*** SUPPLIED ENTRIES ***
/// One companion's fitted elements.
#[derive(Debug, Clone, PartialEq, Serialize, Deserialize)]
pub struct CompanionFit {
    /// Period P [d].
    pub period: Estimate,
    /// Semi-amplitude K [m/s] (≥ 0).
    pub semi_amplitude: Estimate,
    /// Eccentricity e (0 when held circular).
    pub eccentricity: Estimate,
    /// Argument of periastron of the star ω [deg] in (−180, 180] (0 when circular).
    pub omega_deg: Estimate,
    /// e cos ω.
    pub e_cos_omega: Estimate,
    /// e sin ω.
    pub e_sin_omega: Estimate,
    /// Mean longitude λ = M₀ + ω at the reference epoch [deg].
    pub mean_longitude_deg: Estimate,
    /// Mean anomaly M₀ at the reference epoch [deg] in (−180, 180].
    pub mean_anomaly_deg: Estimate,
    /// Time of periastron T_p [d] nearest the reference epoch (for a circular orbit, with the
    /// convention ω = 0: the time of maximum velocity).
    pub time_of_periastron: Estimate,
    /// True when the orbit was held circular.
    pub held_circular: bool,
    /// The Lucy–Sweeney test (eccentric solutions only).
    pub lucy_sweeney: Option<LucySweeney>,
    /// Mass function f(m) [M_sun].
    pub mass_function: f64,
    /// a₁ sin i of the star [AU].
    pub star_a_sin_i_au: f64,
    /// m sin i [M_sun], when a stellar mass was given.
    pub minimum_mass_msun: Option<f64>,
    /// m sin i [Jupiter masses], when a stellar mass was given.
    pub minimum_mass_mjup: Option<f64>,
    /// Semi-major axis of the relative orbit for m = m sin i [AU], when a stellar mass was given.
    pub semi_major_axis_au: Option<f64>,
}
***
*** SUPPLIED ENTRIES ***
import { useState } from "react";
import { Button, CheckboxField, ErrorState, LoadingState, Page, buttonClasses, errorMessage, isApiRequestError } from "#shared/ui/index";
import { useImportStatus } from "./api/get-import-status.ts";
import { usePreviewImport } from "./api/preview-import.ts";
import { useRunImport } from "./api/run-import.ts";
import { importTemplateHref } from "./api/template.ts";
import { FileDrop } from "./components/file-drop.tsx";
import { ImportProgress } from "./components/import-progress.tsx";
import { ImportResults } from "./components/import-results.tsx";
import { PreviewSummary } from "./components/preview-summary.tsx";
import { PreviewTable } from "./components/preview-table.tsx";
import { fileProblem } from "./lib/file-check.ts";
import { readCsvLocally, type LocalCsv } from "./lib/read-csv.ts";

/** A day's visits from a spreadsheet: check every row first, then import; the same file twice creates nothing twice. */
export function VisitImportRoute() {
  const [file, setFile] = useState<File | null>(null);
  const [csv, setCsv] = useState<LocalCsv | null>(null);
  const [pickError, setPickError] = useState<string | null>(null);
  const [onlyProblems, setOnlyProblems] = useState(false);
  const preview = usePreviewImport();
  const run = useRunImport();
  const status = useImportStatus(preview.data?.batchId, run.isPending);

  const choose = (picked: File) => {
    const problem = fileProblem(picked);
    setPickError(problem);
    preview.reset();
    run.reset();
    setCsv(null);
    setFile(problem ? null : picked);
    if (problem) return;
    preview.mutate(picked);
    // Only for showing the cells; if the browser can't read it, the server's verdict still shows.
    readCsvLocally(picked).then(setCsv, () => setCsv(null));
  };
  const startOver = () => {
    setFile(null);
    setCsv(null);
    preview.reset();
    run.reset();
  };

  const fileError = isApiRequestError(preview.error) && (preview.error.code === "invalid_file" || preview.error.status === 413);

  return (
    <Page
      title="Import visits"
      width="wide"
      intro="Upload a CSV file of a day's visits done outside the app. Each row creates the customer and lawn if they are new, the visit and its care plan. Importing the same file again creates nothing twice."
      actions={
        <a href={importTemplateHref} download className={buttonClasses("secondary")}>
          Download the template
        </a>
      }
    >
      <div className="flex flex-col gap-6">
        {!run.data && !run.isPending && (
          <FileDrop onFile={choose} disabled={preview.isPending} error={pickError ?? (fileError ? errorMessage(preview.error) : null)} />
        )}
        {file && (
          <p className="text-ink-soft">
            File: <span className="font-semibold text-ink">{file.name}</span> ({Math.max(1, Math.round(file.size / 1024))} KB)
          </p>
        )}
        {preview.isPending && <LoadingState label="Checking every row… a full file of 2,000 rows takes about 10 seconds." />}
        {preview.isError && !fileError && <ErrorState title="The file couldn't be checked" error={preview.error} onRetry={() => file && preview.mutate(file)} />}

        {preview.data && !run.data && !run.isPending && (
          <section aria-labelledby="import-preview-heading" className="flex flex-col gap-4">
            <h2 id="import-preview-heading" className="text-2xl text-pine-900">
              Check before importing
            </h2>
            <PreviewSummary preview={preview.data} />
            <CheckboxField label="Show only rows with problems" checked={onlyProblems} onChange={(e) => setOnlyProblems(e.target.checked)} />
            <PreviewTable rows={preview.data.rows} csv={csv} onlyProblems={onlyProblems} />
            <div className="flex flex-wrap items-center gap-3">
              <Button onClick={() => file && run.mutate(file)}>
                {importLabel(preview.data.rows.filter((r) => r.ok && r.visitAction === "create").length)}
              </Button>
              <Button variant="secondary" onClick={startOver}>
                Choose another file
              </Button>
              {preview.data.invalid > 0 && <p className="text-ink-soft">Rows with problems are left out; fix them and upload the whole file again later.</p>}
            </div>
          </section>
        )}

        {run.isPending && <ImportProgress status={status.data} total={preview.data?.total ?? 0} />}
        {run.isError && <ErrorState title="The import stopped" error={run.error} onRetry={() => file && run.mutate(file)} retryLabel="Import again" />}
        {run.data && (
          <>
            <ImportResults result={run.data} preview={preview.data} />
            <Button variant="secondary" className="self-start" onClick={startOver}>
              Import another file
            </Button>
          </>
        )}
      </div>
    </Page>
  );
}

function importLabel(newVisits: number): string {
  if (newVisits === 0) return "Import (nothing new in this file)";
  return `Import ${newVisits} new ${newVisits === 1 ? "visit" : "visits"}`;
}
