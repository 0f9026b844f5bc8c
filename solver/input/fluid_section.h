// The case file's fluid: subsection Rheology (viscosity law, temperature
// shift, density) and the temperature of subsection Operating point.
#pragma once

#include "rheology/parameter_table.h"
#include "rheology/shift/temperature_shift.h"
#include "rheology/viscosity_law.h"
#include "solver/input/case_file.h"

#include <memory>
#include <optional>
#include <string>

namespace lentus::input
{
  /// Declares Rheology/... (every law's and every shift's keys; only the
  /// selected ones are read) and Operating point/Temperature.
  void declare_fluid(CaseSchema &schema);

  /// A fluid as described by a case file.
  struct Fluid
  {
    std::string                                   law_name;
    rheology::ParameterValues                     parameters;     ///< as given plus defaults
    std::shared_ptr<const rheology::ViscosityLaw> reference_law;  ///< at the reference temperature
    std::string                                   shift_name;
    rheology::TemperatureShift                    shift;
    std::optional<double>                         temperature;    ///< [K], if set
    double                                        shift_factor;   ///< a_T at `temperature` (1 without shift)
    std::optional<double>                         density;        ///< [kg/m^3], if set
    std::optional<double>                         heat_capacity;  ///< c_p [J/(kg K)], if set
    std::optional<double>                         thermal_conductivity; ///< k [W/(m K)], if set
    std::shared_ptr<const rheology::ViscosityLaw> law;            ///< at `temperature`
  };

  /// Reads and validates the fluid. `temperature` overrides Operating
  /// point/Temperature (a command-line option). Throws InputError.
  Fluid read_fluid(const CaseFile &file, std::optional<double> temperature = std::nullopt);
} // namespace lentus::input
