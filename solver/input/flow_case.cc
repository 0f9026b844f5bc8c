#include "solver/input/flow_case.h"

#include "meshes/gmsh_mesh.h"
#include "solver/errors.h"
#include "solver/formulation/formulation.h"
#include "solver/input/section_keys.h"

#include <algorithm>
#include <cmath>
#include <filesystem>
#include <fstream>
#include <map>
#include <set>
***
■ ABOUT THIS EXERCISE: Would you copy, unchanged, the stretch of the records above that begins at the line containing "when held circular)." and ends at the line containing "reference epoch [deg].", and only that?

■ WRITTEN REPLY:
    /// Eccentricity e (0 when held circular).
    pub eccentricity: Estimate,
    /// Argument of periastron of the star ω [deg] in (−180, 180] (0 when circular).
    pub omega_deg: Estimate,
    /// e cos ω.
    pub e_cos_omega: Estimate,
    /// e sin ω.
    pub e_sin_omega: Estimate,
    /// Mean longitude λ = M₀ + ω at the reference epoch [deg].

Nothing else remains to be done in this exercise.